//! Listings of what the language and its library offer.

use pintle::library;
use pintle_syntax::ast::{Cite, Clauses, Definition, ItemKind, Parameter};

/// Rows of `list WHAT`; None for another word.
pub fn listing(what: &str) -> Option<Vec<Vec<String>>> {
    let mut rows: Vec<Vec<String>> = Vec::new();
    match what {
        "units" => {
            for unit in pintle_units::all() {
                let symbols: Vec<&str> =
                    std::iter::once(&unit.symbol).chain(&unit.aliases).map(|it| it.as_str()).collect();
                rows.push(vec![symbols.join(", "), unit.words.to_string(), unit.source.to_string()]);
            }
        }
        "kinds" => {
            for kind in pintle_units::Kind::all() {
                let kind = kind.kind;
                rows.push(vec![
                    kind.name().into(),
                    kind.symbol().into(),
                    kind.display_unit().text.to_string(),
                    kind.words().into(),
                ]);
            }
        }
        "shapes" | "materials" | "functions" => {
            if what == "functions" {
                for (name, words) in pintle::lower::FUNCTIONS {
                    rows.push(vec![(*name).into(), (*words).into()]);
                }
            }
            if what == "shapes" {
                rows.push(vec![
                    "turned(profile)".into(),
                    "built in: polygon of (axial, radial) points, revolved".into(),
                ]);
                rows.push(vec![
                    "extruded(outline, holes, length)".into(),
                    "built in: polygon of (y, z) points along x".into(),
                ]);
                rows.push(vec!["mesh(file, unit)".into(), "built in: closed STL surface".into()]);
                rows.push(vec![
                    "measured(mass, inertia, ...)".into(),
                    "built in: as measured or from a data sheet".into(),
                ]);
            }
            for part in library::STANDARD {
                let Some((text, syntax)) = library::parsed(part.name) else { continue };
                for item in &syntax.items {
                    let source = cite(&item.clauses);
                    match (&item.kind, what) {
                        (ItemKind::Shape { name, parameters, .. }, "shapes") => {
                            rows.push(vec![signature(&name.text, parameters), source]);
                        }
                        (ItemKind::Formula { name, parameters, .. }, "functions") => {
                            rows.push(vec![signature(&name.text, parameters), format!("std.{}: {source}", part.name)]);
                        }
                        (ItemKind::Material { name, fields }, "materials") => {
                            let values: Vec<String> = fields
                                .iter()
                                .filter_map(|field| match &field.value {
                                    Some(Definition::Value(value)) => {
                                        let start = (item.offset + value.span.start) as usize;
                                        let end = (item.offset + value.span.end) as usize;
                                        Some(format!(
                                            "{} {}",
                                            field.path.segments.first()?.name.text,
                                            text.get(start..end)?
                                        ))
                                    }
                                    _ => None,
                                })
                                .collect();
                            rows.push(vec![name.text.to_string(), values.join(", "), source]);
                        }
                        _ => {}
                    }
                }
            }
        }
        _ => return None,
    }
    Some(rows)
}

fn signature(name: &str, parameters: &[Parameter]) -> String {
    let list: Vec<String> = parameters
        .iter()
        .map(|it| match &it.kind {
            Some(kind) => format!("{} : {}", it.name.text, kind.text),
            None => it.name.text.to_string(),
        })
        .collect();
    format!("{name}({})", list.join(", "))
}

fn cite(clauses: &Clauses) -> String {
    match &clauses.cite {
        Some(Cite::Source(text)) => text.text.clone(),
        Some(Cite::Word(word)) => word.text.replace('_', " "),
        None => String::new(),
    }
}

/// Rows with their first cells aligned; wide first cells stand on a line of their own.
pub fn columns(rows: &[Vec<String>]) -> String {
    let width = rows
        .iter()
        .filter_map(|row| row.first())
        .map(|cell| cell.chars().count())
        .filter(|&n| n <= 28)
        .max()
        .unwrap_or(0);
    let mut out = String::new();
    for row in rows {
        let Some((first, rest)) = row.split_first() else { continue };
        let rest: Vec<&str> = rest.iter().map(String::as_str).filter(|cell| !cell.is_empty()).collect();
        if first.chars().count() > width {
            out.push_str(&format!("{first}\n{:width$}  {}\n", "", rest.join("; ")));
        } else {
            let pad = width - first.chars().count();
            out.push_str(&format!("{first}{:pad$}  {}\n", "", rest.join("; ")));
        }
    }
    out
}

_Your assignment_
Using the listing above, show every line that includes the string "symbols".

_Result_
                let symbols: Vec<&str> =
                rows.push(vec![symbols.join(", "), unit.words.to_string(), unit.source.to_string()]);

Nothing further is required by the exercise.